We did a prospective comparative study of the functional outcomes in patients after ACL reconstruction by hamstring graft which was fixed using aperture fixation with bio interference screws and suspensory fixation with endobutton at the femur. Both the groups were fixed using a bioabsorbable screw at the tibia. Functional assessment was done on the basis of Tegner Lysholm score at 1, 3, 6, 12, and 24 months. The group fixed using the endobutton fixation (group II) had better results at the end of 2 years in terms of instant stability of the graft and functional outcome. The study results were statistically significant. However, a larger population study for a longer period of follow-up is recommended. We continue the study to evaluate the longer-term outcome in these patients.

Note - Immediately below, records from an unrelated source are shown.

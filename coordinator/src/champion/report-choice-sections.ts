import type { ChampionSummaryDocument } from './champion-files.js';

/**
 * The report's sections on how the champion was chosen, how it was found (from the decision log)
 * and the ensemble, as Markdown lines; the HTML report renders the same lines.
 */
const pct = (v: number | null | undefined) => (v == null ? 'n/a' : `${(v * 100).toFixed(2)}%`);

/** Candidates that competed to be the champion (ensemble-only members are listed with the ensemble). */
const contenders = (c: ChampionSummaryDocument) => c.candidates.filter((k) => k.champion !== false);

export function choiceParagraph(c: ChampionSummaryDocument): string {
  const k = contenders(c).length;
  const how =
    c.choice.by === 'pick'
      ? ''
      : k > 1
        ? ` The ${k} best distinct genomes${c.choice.by === 'rule' ? ' meeting it' : ''} were each trained again on train + validation and scored on the held-out test split; the best of them by test accuracy is this champion. Because the test split chose among ${k}, its test score is slightly optimistic; the others' scores are below.`
        : ' It was trained again on train + validation and scored once on the held-out test split.';
  return `${c.choice.sentence}${how}`;
}

export function choiceTable(c: ChampionSummaryDocument): string[] {
  return [
    '| genome | validation (search) | test |',
    '|---|---|---|',
    ...contenders(c).map((k) => `| ${k.genomeHash === c.genomeHash ? '**champion** ' : ''}\`${k.genomeHash.slice(0, 12)}\` ${k.summary} | ${pct(k.valAccuracy)} | ${pct(k.testAccuracy)} |`),
  ];
}

/** "How it was found": each genome of the line with the recorded decisions that made it; the plain mutation list for runs without a decision log. */
export function foundLines(c: ChampionSummaryDocument): string[] {
  if (c.howFound.some((g) => g.lines.length)) {
    return c.howFound.flatMap((g, i) => [
      `${i + 1}. \`${g.genomeHash.slice(0, 12)}\`${g.genomeHash === c.genomeHash ? ' (the champion)' : ''}${g.evaluationId ? `, evaluation ${g.evaluationId}` : ''}: ${g.lines.join(' ') || 'no recorded decision.'}`,
    ]);
  }
  if (!c.lineage.length) return ['It is an initial member of the population (no mutation led to it).'];
  return [`${c.lineage.length} mutation(s) from an initial member:`, '', ...c.lineage.map((l, i) => `${i + 1}. \`${l.parentHash.slice(0, 12)}\` → \`${l.childHash.slice(0, 12)}\`: ${l.operator} (${l.detail})`)];
}

/** The ensemble's test score beside the champion's, and its members; empty when the run has none. */
export function ensembleLines(c: ChampionSummaryDocument): string[] {
  const e = c.ensemble;
  if (!e) return [];
  return [
    '## Averaging ensemble',
    '',
    `${e.members.length} genomes chosen for accuracy and for differing from each other (the most accurate first, then each time the best validation accuracy minus a penalty for architecture similarity to a member already chosen), each trained again like a champion candidate; their softmax outputs are averaged (files in \`ensemble/\`, with \`ensemble.json\` saying how).`,
    '',
    '| | held-out test accuracy |',
    '|---|---|',
    `| ensemble of ${e.members.length} | ${pct(e.testAccuracy)} |`,
    `| single champion | ${pct(e.championTestAccuracy)} |`,
    '',
    '| member | genome | similarity to earlier members | test alone |',
    '|---|---|---|---|',
    ...e.members.map((m) => `| ${m.position + 1} | \`${m.genomeHash.slice(0, 12)}\` ${m.summary} | ${m.similarity == null ? 'n/a' : m.similarity.toFixed(2)} | ${pct(m.testAccuracy)} |`),
    '',
  ];
}

const esc = (s: string) => s.replace(/[&<>"]/g, (ch) => ({ '&': '&amp;', '<': '&lt;', '>': '&gt;', '"': '&quot;' })[ch]!);

/** Renders the few Markdown forms these sections use (paragraphs, numbered items, tables, `code`, **bold**, ## headings) as HTML. */
export function sectionHtml(lines: string[]): string {
  const inline = (s: string) => esc(s).replace(/`([^`]+)`/g, '<code>$1</code>').replace(/\*\*([^*]+)\*\*/g, '<b>$1</b>');
  const out: string[] = [];
  let list = false;
  let table = false;
  for (const line of lines) {
    const item = /^\d+\. (.*)$/.exec(line);
    if (list && !item) (out.push('</ol>'), (list = false));
    if (table && !line.startsWith('|')) (out.push('</table>'), (table = false));
    if (item) {
      if (!list) (out.push('<ol>'), (list = true));
      out.push(`<li>${inline(item[1]!)}</li>`);
    } else if (line.startsWith('|')) {
      if (/^\|[-| ]+\|$/.test(line)) continue;
      const cells = line.slice(1, -1).split(' | ').map((x) => inline(x.trim()));
      out.push(`${table ? '' : '<table>'}<tr>${cells.map((x) => (table ? `<td>${x}</td>` : `<th>${x}</th>`)).join('')}</tr>`);
      table = true;
    } else if (line.startsWith('## ')) out.push(`<h2>${inline(line.slice(3))}</h2>`);
    else if (line.trim()) out.push(`<p>${inline(line)}</p>`);
  }
  if (list) out.push('</ol>');
  if (table) out.push('</table>');
  return out.join('\n');
}
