import { randomBytes } from 'node:crypto';
import { readFile } from 'node:fs/promises';
import { join } from 'node:path';
import {
  EVALUATION_JOB_VERSION,
  analyzeGenome,
  canonicalGenome,
  checkGenome,
  createRandom,
  genomeHash,
  decodeShard,
  defaultSearchSpace,
  describeGenome,
  headUnits,
  evaluationResultValidator,
  spaceIssuesForData,
  ValidationError,
  type DataShape,
  type EvaluationJob,
  type EvaluationResult,
  type GenomeAnalysis,
  type LabelledSamples,
  type RunConfig,
  type SearchSpace,
  type WorkerHeartbeat,
} from '@netbreeder/shared-types';
import type { Logger } from '../logger.js';
import type { EvaluationQueue, FinishedJob } from '../queue/evaluation-queue.js';
import type { EvaluationRecord, RunRecord, RunStore } from '../store/run-store.js';
import { createSearchAlgorithm, forgetResults, type Proposal, type SearchAlgorithm } from '../search/index.js';
import { storeDataset } from './store-dataset.js';
import { loadDataset } from '../importers/index.js';
import { ChampionPhase } from './champion-phase.js';
import { controlTarget, type RunControl } from './run-lifecycle.js';
import { CheckpointFiles } from '../checkpoints/checkpoint-files.js';
import { checkpointPolicy, checkpointSettings, inheritedWeights, resumeRef } from './checkpoint-policy.js';
import { Verifier } from '../trust/verifier.js';
import { observationFor, observeStep, proposalStep, rejectStep } from './search-record.js';
import { logReference, searchContextOf } from './reference-network.js';
import { newSamples } from './sample-budget.js';

/** How the run manager paces itself. */
export interface RunManagerOptions {
  store: RunStore;
  queue: EvaluationQueue;
  log: Logger;
  /** Folder for datasets and champion exports. */
  dataDir: string;
  /** Milliseconds between reconcile passes. @default 1000 */
  tickMs?: number;
  /**
   * How long a finished job waits for others before the pass that records it, so results that
   * arrive one by one (a thousand workers finish about a hundred jobs a second, each at its own
   * moment) share one pass and its commit instead of paying for a pass each. The queued slack
   * covers the wait: a worker that frees up finds its next job already queued. 0: a pass at once.
   * @default 50
   */
  passDelayMs?: number;
  /** A worker counts as alive while its last heartbeat is younger than this. @default 20000 */
  workerTimeoutMs?: number;
  /**
   * Evaluations kept queued beyond one per alive worker, so a worker that frees up finds its next
   * job waiting: `queueSlack` plus `queueSlackPerWorker` times the alive workers (rounded up).
   * A dozen PCs get 1 spare job; a thousand get 21, enough for the results that arrive while one
   * reconcile pass runs. More slack means proposals made from slightly older results.
   * @default 1 and 0.02
   */
  queueSlack?: number;
  queueSlackPerWorker?: number;
  /** Clock, for tests. @default Date.now */
  now?: () => number;
}

/** Events a watcher (the demo, the CLI) can follow. */
export interface RunManagerEvents {
  resultRecorded?: (evaluation: EvaluationRecord, result: EvaluationResult) => void;
  runFinished?: (run: RunRecord) => void;
}

/** What an admin can do to a run (./run-lifecycle.ts). */
export type { RunControl } from './run-lifecycle.js';

/** A request that the run's state does not allow (pausing a finished run, say). */
export class RunStateError extends Error {
  override name = 'RunStateError';
}

/** A submitted genome that breaks the run's search space; `issues` says each problem. */
export class GenomeRejectedError extends Error {
  override name = 'GenomeRejectedError';
  constructor(readonly issues: string[]) {
    super(`genome rejected: ${issues.join('; ')}`);
  }
}

/** Derives each search evaluation's training seed from the run's seed and the proposal's position. */
export const evaluationSeed = (runSeed: number, seq: number): number => createRandom(`${runSeed}:search:${seq}`).uint32();

/** The failure recorded for an evaluation that a finish with `discardInFlight` gave up. */
export const DISCARDED_AT_FINISH = 'run finished before this result arrived';

const evaluationId = (runId: string, seq: number, attempt: number, kind: 'search' | 'champion' = 'search') =>
  `${runId}-${kind === 'search' ? 's' : 'c'}${seq}-a${attempt}`;
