import { describe, expect, it } from 'vitest';
import type { Genome, LayerNode } from '@netbreeder/shared-types';
import { architectureSimilarity, architectureTokens, selectEnsemble, type EnsembleCandidate } from './ensemble-selection.js';
import { accuracyOf, averagePredictions } from './ensemble-average.js';

const TRAINING: Genome['training'] = { optimizer: 'adam', learningRate: 0.001, batchSize: 32, weightDecay: 0, epochs: 5 };
const genome = (nodes: LayerNode[], optimizer: Genome['training']['optimizer'] = 'adam'): Genome => ({ schemaVersion: 1, nodes, output: nodes.at(-1)?.id ?? 'input', training: { ...TRAINING, optimizer } });
const conv = (id: string, input: string, filters: number): LayerNode => ({ id, kind: 'conv2d', inputs: [input], filters, kernelSize: 3, strides: 1, padding: 'same', activation: 'relu' });
const dense = (id: string, input: string, units: number): LayerNode => ({ id, kind: 'dense', inputs: [input], units, activation: 'relu' });
const pool = (id: string, input: string): LayerNode => ({ id, kind: 'max-pool2d', inputs: [input], poolSize: 2, strides: 2 });

const convNet = genome([conv('c1', 'input', 16), pool('p1', 'c1'), conv('c2', 'p1', 32)]);
const convNetWider = genome([conv('c1', 'input', 17), pool('p1', 'c1'), conv('c2', 'p1', 33)]); // same width buckets
const denseNet = genome([dense('d1', 'input', 64)], 'sgd');
const candidate = (id: string, g: Genome, accuracy: number): EnsembleCandidate => ({ id, genomeHash: `h-${id}`, genome: g, accuracy });

describe('architecture similarity (hand-computed token multisets)', () => {
  it('names each layer by kind and size bucket, plus the optimizer', () => {
    expect(architectureTokens(convNet)).toEqual(['conv2d/k3/s1/w4/relu', 'max-pool2d/p2', 'conv2d/k3/s1/w5/relu', 'optimizer/adam']);
  });
  it('names sequence layers by kind, kernel, dilation, width bucket and what a recurrent layer returns', () => {
    const sequenceNet = genome([
      { id: 'c', kind: 'conv1d', inputs: ['input'], filters: 16, kernelSize: 5, strides: 1, dilation: 2, padding: 'same', activation: 'relu' },
      { id: 'p', kind: 'avg-pool1d', inputs: ['c'], poolSize: 2, strides: 2 },
      { id: 'l', kind: 'lstm', inputs: ['p'], units: 32, returnSequences: true },
      { id: 'g', kind: 'gru', inputs: ['l'], units: 8, returnSequences: false },
    ]);
    expect(architectureTokens(sequenceNet)).toEqual(['conv1d/k5/s1/d2/w4/relu', 'avg-pool1d/p2', 'lstm/w5/seq', 'gru/w3/last', 'optimizer/adam']);
  });
  it('is 1 for the same architecture, 0 for nothing shared, and a Jaccard ratio in between', () => {
    expect(architectureSimilarity(convNet, convNetWider)).toBe(1);
    expect(architectureSimilarity(convNet, denseNet)).toBe(0);
    // {conv w4, pool, optimizer adam} shared of {conv w4, pool, conv w5, adam}: 3 / 4
    const shorter = genome([conv('c1', 'input', 16), pool('p1', 'c1')]);
    expect(architectureSimilarity(convNet, shorter)).toBe(3 / 4);
    expect(architectureSimilarity(shorter, convNet)).toBe(3 / 4);
  });
});

describe('greedy ensemble selection', () => {
  const pool = [candidate('a', convNet, 0.9), candidate('b', convNetWider, 0.89), candidate('c', denseNet, 0.85)];

  it('without a penalty takes the most accurate', () => {
    expect(selectEnsemble(pool, 2, 0).map((p) => p.id)).toEqual(['a', 'b']);
  });
  it('with a penalty prefers a different architecture over a near copy', () => {
    // b scores 0.89 - 0.1 * 1 = 0.79, c scores 0.85 - 0.1 * 0 = 0.85
    const picks = selectEnsemble(pool, 2, 0.1);
    expect(picks.map((p) => p.id)).toEqual(['a', 'c']);
    expect(picks[1]).toMatchObject({ similarity: 0, nearestHash: 'h-a' });
    expect(picks[1]!.score).toBeCloseTo(0.85, 12);
    // a third member is the near copy after all
    expect(selectEnsemble(pool, 3, 0.1).map((p) => p.id)).toEqual(['a', 'c', 'b']);
  });
  it('counts a genome once and stops when the pool runs out', () => {
    expect(selectEnsemble([pool[0]!, { ...pool[0]!, id: 'a2' }], 4, 0.1).map((p) => p.id)).toEqual(['a']);
    expect(() => selectEnsemble(pool, 0, 0.1)).toThrow(/size/);
  });
});

describe('averaging predictions', () => {
  it('takes the class of the highest mean probability', () => {
    // sample 0: member 0 says class 0 (0.6), member 1 says class 1 (0.9): mean 0.35 / 0.65 → class 1
    // sample 1: both lean to class 0
    const { mean, predictions } = averagePredictions([new Float32Array([0.6, 0.4, 0.7, 0.3]), new Float32Array([0.1, 0.9, 0.8, 0.2])], 2);
    expect(Array.from(mean).map((v) => +v.toFixed(4))).toEqual([0.35, 0.65, 0.75, 0.25]);
    expect(Array.from(predictions)).toEqual([1, 0]);
    expect(accuracyOf(predictions, [1, 1])).toBe(0.5);
  });
  it('refuses members scored on different samples', () => {
    expect(() => averagePredictions([new Float32Array(4), new Float32Array(6)], 2)).toThrow(/same samples/);
  });
});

In our study, we have used bio interference screw and endobutton as fixation methods in ACL reconstruction. Both modes are associated with improved function and satisfaction of patients as indicated by Tegner Lysholm score and anterior drawer test after surgery. We compared the scores at the end of 1 year, patients in Group 2 did significantly better (P = 0.0278). The same trend followed at the end of the 2 year follow-up, with patients in Group 2 having a better score which was statistically significant (P = 0.0185). The study has some limitations of the study like a smaller sample size, consisting of 28 patients, and a relatively shorter duration of study of 2 years.